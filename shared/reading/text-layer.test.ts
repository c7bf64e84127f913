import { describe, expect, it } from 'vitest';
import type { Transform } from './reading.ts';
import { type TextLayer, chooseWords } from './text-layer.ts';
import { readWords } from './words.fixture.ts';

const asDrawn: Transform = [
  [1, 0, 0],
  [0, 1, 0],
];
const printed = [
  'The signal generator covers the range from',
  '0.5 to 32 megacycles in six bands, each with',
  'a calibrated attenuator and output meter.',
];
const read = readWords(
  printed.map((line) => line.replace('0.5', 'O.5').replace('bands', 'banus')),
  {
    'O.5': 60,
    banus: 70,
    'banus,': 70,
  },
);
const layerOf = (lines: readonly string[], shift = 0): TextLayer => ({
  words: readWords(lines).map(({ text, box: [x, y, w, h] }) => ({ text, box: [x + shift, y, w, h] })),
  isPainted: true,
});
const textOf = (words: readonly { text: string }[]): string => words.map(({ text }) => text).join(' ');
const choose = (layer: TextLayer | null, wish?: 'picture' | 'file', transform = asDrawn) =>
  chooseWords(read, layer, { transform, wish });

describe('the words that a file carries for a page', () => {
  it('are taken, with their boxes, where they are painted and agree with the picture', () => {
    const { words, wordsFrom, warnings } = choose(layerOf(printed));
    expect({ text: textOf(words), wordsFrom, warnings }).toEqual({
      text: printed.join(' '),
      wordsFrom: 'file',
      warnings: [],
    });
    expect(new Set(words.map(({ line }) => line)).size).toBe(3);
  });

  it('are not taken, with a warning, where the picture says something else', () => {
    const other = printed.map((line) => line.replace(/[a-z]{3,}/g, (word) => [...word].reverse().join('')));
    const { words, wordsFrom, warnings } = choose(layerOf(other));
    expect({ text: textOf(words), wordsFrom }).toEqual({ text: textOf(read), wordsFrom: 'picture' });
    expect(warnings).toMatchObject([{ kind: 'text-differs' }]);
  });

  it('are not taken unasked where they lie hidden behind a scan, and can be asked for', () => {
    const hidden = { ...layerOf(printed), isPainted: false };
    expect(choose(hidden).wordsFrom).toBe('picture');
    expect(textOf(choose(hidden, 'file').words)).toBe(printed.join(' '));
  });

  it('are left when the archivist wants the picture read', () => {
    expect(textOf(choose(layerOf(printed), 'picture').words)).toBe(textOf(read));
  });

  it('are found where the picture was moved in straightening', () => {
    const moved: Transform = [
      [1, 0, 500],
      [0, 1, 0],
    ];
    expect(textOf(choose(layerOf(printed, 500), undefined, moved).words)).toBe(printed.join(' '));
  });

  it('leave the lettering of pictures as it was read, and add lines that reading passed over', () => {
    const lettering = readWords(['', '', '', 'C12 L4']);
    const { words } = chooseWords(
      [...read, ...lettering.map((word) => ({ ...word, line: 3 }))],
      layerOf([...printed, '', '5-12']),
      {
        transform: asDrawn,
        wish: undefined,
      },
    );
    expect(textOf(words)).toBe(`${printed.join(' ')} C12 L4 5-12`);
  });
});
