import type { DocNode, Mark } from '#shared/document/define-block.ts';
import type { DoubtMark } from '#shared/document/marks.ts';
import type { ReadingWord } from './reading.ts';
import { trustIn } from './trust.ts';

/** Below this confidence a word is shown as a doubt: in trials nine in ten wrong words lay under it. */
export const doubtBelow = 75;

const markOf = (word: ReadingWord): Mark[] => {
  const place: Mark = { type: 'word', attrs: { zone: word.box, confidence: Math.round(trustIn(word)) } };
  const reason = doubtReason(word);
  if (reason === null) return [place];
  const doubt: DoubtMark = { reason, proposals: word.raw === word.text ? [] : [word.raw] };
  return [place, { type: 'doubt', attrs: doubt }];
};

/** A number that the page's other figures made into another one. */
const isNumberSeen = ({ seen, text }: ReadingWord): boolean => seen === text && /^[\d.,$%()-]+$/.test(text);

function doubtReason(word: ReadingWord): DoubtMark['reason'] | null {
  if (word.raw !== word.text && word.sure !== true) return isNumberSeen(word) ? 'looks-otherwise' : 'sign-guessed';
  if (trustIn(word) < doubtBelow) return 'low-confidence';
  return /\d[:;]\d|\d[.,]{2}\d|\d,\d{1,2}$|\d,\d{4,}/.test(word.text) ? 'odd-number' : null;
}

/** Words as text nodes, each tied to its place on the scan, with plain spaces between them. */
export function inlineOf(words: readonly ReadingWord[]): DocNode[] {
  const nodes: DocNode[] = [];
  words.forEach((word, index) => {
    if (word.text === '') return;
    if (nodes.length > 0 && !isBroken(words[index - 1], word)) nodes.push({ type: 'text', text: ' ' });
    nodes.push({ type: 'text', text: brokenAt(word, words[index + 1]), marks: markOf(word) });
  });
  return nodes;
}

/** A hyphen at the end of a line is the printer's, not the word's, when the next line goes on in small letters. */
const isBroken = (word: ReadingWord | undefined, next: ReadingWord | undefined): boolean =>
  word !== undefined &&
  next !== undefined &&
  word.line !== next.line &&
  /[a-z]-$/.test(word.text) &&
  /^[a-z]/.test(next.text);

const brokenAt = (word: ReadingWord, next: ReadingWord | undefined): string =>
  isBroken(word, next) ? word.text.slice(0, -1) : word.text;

--

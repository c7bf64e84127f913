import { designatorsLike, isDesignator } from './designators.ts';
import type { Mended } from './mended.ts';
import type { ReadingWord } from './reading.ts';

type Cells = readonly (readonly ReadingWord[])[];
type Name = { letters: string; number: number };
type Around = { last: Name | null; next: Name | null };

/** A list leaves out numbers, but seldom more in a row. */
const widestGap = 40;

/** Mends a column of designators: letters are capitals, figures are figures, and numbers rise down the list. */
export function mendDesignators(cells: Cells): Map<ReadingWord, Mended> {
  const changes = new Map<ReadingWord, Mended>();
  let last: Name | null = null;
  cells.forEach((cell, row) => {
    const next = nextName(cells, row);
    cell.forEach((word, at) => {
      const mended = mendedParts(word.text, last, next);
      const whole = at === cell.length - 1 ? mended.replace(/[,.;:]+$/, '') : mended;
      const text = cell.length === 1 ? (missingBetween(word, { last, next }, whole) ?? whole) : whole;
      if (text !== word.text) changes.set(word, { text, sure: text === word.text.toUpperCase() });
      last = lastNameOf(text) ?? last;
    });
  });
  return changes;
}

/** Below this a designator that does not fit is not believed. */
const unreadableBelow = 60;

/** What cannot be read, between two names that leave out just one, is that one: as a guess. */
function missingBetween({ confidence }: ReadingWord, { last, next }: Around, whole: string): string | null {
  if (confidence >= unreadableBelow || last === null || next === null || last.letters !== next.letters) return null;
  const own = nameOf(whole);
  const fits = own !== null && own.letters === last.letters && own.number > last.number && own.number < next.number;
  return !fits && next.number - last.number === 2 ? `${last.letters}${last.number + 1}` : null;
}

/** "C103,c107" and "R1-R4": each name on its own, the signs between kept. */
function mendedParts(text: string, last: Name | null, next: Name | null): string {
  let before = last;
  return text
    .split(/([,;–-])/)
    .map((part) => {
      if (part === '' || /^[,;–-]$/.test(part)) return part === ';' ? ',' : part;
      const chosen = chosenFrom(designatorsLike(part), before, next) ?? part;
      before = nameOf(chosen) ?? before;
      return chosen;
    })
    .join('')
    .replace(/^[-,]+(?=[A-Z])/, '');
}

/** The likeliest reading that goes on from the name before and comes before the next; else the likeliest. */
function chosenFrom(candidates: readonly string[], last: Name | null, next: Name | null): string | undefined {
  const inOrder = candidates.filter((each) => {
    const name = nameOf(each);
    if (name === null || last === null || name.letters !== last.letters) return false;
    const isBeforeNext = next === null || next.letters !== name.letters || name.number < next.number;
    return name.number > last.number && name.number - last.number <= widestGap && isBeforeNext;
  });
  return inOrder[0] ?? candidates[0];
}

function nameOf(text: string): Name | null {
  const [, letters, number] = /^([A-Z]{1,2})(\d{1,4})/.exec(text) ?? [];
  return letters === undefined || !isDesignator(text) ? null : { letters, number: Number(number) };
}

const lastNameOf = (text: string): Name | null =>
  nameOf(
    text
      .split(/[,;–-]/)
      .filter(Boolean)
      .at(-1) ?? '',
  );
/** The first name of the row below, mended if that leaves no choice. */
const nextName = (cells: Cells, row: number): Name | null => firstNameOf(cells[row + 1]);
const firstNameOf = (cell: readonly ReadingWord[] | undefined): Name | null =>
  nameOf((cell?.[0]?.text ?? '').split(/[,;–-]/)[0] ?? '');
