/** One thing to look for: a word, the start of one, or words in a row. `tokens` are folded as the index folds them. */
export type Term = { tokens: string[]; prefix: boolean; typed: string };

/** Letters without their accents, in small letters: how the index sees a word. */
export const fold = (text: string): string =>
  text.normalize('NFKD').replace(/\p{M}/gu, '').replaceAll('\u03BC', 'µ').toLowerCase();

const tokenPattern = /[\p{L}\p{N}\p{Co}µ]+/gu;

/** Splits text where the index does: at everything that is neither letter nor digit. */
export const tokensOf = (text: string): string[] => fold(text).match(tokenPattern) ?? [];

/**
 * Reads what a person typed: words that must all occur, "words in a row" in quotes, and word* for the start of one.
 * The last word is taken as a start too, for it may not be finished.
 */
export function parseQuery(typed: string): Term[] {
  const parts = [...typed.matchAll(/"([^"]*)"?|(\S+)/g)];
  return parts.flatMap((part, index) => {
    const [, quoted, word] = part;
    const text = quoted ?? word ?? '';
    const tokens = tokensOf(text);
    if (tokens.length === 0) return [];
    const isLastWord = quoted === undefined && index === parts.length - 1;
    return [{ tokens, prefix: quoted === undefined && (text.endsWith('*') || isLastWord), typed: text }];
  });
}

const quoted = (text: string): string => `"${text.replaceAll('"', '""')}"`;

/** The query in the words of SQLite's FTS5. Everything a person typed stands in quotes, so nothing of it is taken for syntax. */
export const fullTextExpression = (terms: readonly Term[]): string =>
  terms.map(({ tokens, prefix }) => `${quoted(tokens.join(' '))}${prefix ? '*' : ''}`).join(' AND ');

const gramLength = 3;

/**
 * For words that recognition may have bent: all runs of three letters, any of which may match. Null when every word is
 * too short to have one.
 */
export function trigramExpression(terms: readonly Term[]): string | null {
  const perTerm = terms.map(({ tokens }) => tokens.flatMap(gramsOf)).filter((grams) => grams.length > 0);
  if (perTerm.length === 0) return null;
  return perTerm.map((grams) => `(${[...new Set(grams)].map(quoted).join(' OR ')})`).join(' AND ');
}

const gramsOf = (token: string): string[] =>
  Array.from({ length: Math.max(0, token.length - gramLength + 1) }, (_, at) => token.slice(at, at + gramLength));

...

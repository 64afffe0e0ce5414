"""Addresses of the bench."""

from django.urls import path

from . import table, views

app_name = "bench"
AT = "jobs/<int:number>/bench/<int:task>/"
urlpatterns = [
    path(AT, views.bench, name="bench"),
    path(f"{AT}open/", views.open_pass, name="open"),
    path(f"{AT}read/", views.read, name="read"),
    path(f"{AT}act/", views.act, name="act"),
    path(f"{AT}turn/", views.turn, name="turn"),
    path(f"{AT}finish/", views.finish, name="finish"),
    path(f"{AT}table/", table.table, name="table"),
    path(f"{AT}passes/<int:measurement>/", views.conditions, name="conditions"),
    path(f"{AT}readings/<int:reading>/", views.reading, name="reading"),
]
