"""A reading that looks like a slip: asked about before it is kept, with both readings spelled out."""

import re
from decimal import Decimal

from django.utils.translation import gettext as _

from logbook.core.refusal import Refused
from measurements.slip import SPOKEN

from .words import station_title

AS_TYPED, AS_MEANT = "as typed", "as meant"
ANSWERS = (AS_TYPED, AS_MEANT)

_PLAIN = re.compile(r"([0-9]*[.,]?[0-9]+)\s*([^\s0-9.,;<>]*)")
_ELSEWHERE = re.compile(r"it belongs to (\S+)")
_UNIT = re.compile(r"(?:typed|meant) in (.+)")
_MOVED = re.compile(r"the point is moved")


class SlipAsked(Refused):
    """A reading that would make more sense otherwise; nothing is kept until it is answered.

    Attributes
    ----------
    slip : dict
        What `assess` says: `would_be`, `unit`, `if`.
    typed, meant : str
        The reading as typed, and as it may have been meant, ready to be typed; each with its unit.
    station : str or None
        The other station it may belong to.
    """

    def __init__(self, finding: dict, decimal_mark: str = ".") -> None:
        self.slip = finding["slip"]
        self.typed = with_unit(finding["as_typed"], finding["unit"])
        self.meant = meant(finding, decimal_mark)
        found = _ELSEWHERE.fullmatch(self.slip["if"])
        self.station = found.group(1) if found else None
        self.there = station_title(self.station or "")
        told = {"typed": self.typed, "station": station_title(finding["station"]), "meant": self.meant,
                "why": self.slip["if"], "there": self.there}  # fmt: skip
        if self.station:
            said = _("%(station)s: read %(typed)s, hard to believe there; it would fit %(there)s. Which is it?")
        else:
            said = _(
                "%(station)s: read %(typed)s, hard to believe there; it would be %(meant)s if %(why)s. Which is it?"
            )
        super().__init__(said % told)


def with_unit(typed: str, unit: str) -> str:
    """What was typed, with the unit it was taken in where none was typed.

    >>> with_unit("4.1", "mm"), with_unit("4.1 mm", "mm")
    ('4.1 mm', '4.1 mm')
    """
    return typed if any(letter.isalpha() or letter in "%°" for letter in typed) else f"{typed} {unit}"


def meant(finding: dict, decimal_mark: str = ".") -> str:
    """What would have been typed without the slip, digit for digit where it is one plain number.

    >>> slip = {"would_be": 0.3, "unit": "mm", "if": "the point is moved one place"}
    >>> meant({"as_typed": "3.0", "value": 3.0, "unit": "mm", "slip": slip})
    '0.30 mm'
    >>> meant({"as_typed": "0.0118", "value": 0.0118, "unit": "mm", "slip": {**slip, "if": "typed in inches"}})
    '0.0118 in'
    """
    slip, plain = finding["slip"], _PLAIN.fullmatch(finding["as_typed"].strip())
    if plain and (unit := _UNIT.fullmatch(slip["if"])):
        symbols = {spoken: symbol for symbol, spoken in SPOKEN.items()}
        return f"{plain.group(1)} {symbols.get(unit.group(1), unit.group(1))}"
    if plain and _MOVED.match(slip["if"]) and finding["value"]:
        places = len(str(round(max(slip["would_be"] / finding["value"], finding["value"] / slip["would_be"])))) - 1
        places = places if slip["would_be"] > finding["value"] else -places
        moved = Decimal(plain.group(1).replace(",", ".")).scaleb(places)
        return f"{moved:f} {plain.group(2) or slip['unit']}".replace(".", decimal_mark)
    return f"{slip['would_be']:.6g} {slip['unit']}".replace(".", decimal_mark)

What is expected:
Return a copy of each line of the material that holds the word "small".

Exercise answer:
/** A hyphen at the end of a line is the printer's, not the word's, when the next line goes on in small letters. */
/** Letters without their accents, in small letters: how the index sees a word. */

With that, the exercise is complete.